Dataset entries:
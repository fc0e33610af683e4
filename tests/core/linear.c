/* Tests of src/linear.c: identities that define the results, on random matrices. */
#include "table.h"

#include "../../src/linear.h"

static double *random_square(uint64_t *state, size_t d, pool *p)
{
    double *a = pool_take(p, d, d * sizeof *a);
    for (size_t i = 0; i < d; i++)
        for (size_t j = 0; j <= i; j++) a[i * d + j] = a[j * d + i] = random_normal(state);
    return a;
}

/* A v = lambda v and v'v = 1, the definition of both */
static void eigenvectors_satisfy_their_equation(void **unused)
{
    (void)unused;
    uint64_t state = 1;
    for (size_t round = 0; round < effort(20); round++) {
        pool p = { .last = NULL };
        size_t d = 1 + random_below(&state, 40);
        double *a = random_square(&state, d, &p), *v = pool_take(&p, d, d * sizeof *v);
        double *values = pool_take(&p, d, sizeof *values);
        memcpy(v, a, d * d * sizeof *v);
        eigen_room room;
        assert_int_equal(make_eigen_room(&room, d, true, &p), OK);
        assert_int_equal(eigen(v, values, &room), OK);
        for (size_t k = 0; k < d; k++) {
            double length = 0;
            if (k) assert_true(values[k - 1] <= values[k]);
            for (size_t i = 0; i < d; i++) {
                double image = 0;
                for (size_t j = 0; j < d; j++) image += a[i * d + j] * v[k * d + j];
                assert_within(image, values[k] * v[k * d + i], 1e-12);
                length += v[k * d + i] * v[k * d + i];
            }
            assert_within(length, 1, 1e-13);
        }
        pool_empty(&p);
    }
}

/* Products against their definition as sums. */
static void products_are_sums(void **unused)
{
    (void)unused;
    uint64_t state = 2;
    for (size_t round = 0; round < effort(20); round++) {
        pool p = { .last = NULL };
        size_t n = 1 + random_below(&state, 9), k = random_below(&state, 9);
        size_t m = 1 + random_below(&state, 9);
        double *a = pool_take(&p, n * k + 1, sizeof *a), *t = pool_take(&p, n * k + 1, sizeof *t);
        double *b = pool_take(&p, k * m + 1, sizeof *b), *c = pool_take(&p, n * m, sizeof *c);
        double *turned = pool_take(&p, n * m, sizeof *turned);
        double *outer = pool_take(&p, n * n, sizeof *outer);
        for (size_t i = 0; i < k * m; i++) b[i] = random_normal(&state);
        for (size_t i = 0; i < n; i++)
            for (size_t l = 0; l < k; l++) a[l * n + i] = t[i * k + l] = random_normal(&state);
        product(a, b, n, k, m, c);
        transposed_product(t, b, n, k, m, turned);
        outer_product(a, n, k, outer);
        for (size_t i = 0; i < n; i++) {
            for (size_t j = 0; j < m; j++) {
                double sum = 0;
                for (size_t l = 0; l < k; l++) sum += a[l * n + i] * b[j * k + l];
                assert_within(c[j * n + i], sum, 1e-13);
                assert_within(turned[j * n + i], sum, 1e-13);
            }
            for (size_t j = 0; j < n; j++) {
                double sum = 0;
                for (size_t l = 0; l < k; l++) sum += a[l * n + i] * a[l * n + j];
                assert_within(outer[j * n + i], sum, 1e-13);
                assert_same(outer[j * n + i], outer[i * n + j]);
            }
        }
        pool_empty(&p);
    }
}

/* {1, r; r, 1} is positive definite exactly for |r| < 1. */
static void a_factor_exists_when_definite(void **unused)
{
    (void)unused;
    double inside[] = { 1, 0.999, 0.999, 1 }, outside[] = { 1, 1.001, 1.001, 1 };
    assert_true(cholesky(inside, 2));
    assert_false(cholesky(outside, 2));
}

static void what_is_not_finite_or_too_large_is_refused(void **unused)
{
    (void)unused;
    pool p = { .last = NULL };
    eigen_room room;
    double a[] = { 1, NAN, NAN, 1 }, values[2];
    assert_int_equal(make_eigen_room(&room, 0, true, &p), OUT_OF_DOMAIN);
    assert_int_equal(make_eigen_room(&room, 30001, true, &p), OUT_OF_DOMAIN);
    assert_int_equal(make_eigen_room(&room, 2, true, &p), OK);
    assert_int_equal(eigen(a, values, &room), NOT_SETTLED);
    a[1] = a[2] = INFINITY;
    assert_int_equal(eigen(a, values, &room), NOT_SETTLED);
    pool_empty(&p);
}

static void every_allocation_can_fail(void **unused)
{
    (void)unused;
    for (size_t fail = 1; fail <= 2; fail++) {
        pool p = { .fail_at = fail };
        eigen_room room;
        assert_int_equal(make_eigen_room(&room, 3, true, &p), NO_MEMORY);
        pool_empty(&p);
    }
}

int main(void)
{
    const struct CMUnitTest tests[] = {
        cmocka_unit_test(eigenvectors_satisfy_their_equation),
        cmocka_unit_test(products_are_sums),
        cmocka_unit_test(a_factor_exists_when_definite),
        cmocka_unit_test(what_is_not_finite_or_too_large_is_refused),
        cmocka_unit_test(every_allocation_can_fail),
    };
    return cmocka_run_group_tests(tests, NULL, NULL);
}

Brief — Return every line of the entries above that the string "include" appears in.

Answer below —
#include "table.h"
#include "../../src/linear.h"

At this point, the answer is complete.